Frankly, I was a bit surprised at these results—not that the non-portable version was faster (that's almost a given) but the magnitude of the results. I didn't think the standard C library had that much overhead. I was expecting easily a percentage increase in speed, but even twice would have been unexpected, but ten times faster?
Increasing the size of the buffer past what I have probably won't help all that much, and in fact, when I doubled the buffer size:
[spc]lucy:~/projects/99/src>time ./22 ~/bin/firefox/ >/dev/null real 0m0.592s user 0m0.582s sys 0m0.010s
The timing difference could be due to cache effects, maybe?
So I think we've maxed out the speed at which this program will run.

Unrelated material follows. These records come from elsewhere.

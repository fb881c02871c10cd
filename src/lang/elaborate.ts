import type { SyntaxNode, Tree } from "@lezer/common";
import type { EvalFunction } from "mathjs/number";
import { checkConnectivity } from "./connectivity";
import { DiagnosticSink, LineIndex } from "./diagnostics";
import {
  BUILTINS,
  buildExpr,
  type CallExpr,
  containsError,
  evaluateNumber,
  type Expr,
  ExprCompiler,
  FUNCTIONS,
  inferDim,
  type InterpExpr,
  isBad,
  LayeredScope,
  type NameExpr,
  PROBE_FUNCTIONS,
  walk,
} from "./expr";
import type {
  Binding,
  BindingTarget,
  ElaborationResult,
  Mismatch,
  Model,
  Network,
  ParamDef,
  Probe,
  ProbeContext,
  RailDef,
  Settings,
  Span,
  Sweep,
} from "./network";
import { NFET, PFET, SUBSTRATE } from "./network";
import { parser } from "./parser";
import * as T from "./parser.terms";
import { pointScope, thermalVoltage } from "./point";
import { reportSyntaxErrors } from "./syntax";
import {
  AMPERE,
  compatible,
  describeDim,
  DIMENSIONLESS,
  type Dim,
  hasUnit,
  KELVIN,
  LOOSE,
  sameDim,
  VOLT,
} from "./units";

/** Bounds on the work of one elaboration; exceeding one is an error, never a hang. */
export interface Limits {
  /** Longest source text, in UTF-16 code units. */
  maxSourceLength: number;
  /** Most elaborated devices. */
  maxDevices: number;
  /** Most rails, injects and probes (each). */
  maxElements: number;
  /** Most statement executions plus loop iterations, over the whole file. */
  maxWork: number;
  /** Deepest expression nesting. */
  maxExpressionDepth: number;
  /** Deepest nesting of for blocks. */
  maxLoopDepth: number;
  /** Most diagnostics kept. */
  maxDiagnostics: number;
  /** Most values in one sweep. */
  maxSweepValues: number;
  /** Most solves: grid points times mismatch runs. */
  maxPoints: number;
}

export const DEFAULT_LIMITS: Readonly<Limits> = {
  maxSourceLength: 2 * 1024 * 1024,
  maxDevices: 2_000_000,
  maxElements: 2_000_000,
  maxWork: 20_000_000,
  maxExpressionDepth: 200,
  maxLoopDepth: 64,
  maxDiagnostics: 1000,
  maxSweepValues: 100_000,
  maxPoints: 1_000_000,
};

export interface ElaborateOptions {
  limits?: Partial<Limits>;
}

const DEFAULT_W = 1e-6;
const DEFAULT_L = 1e-6;
const SETTINGS = ["kappa", "temp", "i0", "vt0", "ispec", "model"] as const;
type SettingName = (typeof SETTINGS)[number];
const RESERVED_HINT = "built-in names: ut, kappa, temp, pi, e";

/** Names by index (a string array, or a NameColumn). */
interface NameSource {
  readonly length: number;
  at(i: number): string | undefined;
}

/**
 * Device names: a string, or a shape and its piece values made into the
 * string only when asked (most device names are never read while elaborating).
 * `at(i)` is the same string the shape's template makes for those values.
 */
class NameColumn implements NameSource {
  /** Shape id, or -1 when `a` indexes `strings`. */
  private readonly shape = new IntColumn();
  private readonly a = new IntColumn();
  private readonly b = new IntColumn();
  private readonly strings: string[] = [];
  private readonly made: string[] = [];

  constructor(private readonly shapes: readonly Shape[]) {}

  get length(): number {
    return this.shape.length;
  }

  pushName(name: string): void {
    this.shape.push(-1);
    this.a.push(this.strings.length);
    this.b.push(0);
    this.strings.push(name);
  }

  pushPieces(shape: number, a: number, b: number): void {
    this.shape.push(shape);
    this.a.push(a);
    this.b.push(b);
  }

  reserve(n: number): void {
    this.shape.reserve(n);
    this.a.reserve(n);
    this.b.reserve(n);
  }

  at(i: number): string | undefined {
    if (i < 0 || i >= this.shape.length) return undefined;
    if (i < this.made.length) return this.made[i];
    const sh = this.shape.data[i];
    const name =
      sh < 0 ? this.strings[this.a.data[i]] : shapeName(this.shapes[sh].lits, this.a.data[i], this.b.data[i]);
    if (i === this.made.length) this.made.push(name); // read in order (filling a Map): kept
    return name;
  }

  /** Every name, as one array (made once, then extended). */
  all(): string[] {
    for (let i = this.made.length; i < this.shape.length; i++) this.at(i);
    return this.made;
  }
}

/** The name of shape lits (one or two pieces) for piece values a, b. */
function shapeName(lits: string[], a: number, b: number): string {
  return lits.length === 2 ? lits[0] + a + lits[1] : lits[0] + a + lits[1] + b + lits[2];
}

/**
 * A name → index Map filled on demand from a names array (names are unique):
 * names[0, filled) are in it, in order.
 */
class LazyIndex {
  private readonly map = new Map<string, number>();
  private filled = 0;

  constructor(private readonly names: NameSource) {}

  /** Names not yet in the Map. */
  pending(): boolean {
    return this.filled < this.names.length;
  }

  /** The Map without the pending names. */
  partial(): Map<string, number> {
    return this.map;
  }

  full(): Map<string, number> {
    const n = this.names;
    for (let i = this.filled; i < n.length; i++) this.map.set(n.at(i)!, i);
    this.filled = n.length;
    return this.map;
  }
}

As a test, I profiled the code to see if there was anything I migh have missed:
Each sample counts as 0.01 seconds. % cumulative self self total time seconds seconds calls ms/call ms/call name 100.21 0.41 0.41 1 410.86 410.86 do_dump 0.00 0.41 0.00 9197 0.00 0.00 mywrite
I checked the code GCC produced (all code was compiled
with -O3
, a very high level of optimization) and well, I'm not
sure I could have done much better, and probably would have done worse—GCC
inlined everything into do_dump()
(with the exception
of main()
and mywrite()
), something I would
not have done in assembly (and have any hope of code reuse for
another project). So I think we're done with making this code fast.
That's not to say I won't do an assembly version of this program, but it probably won't be for the x86 line.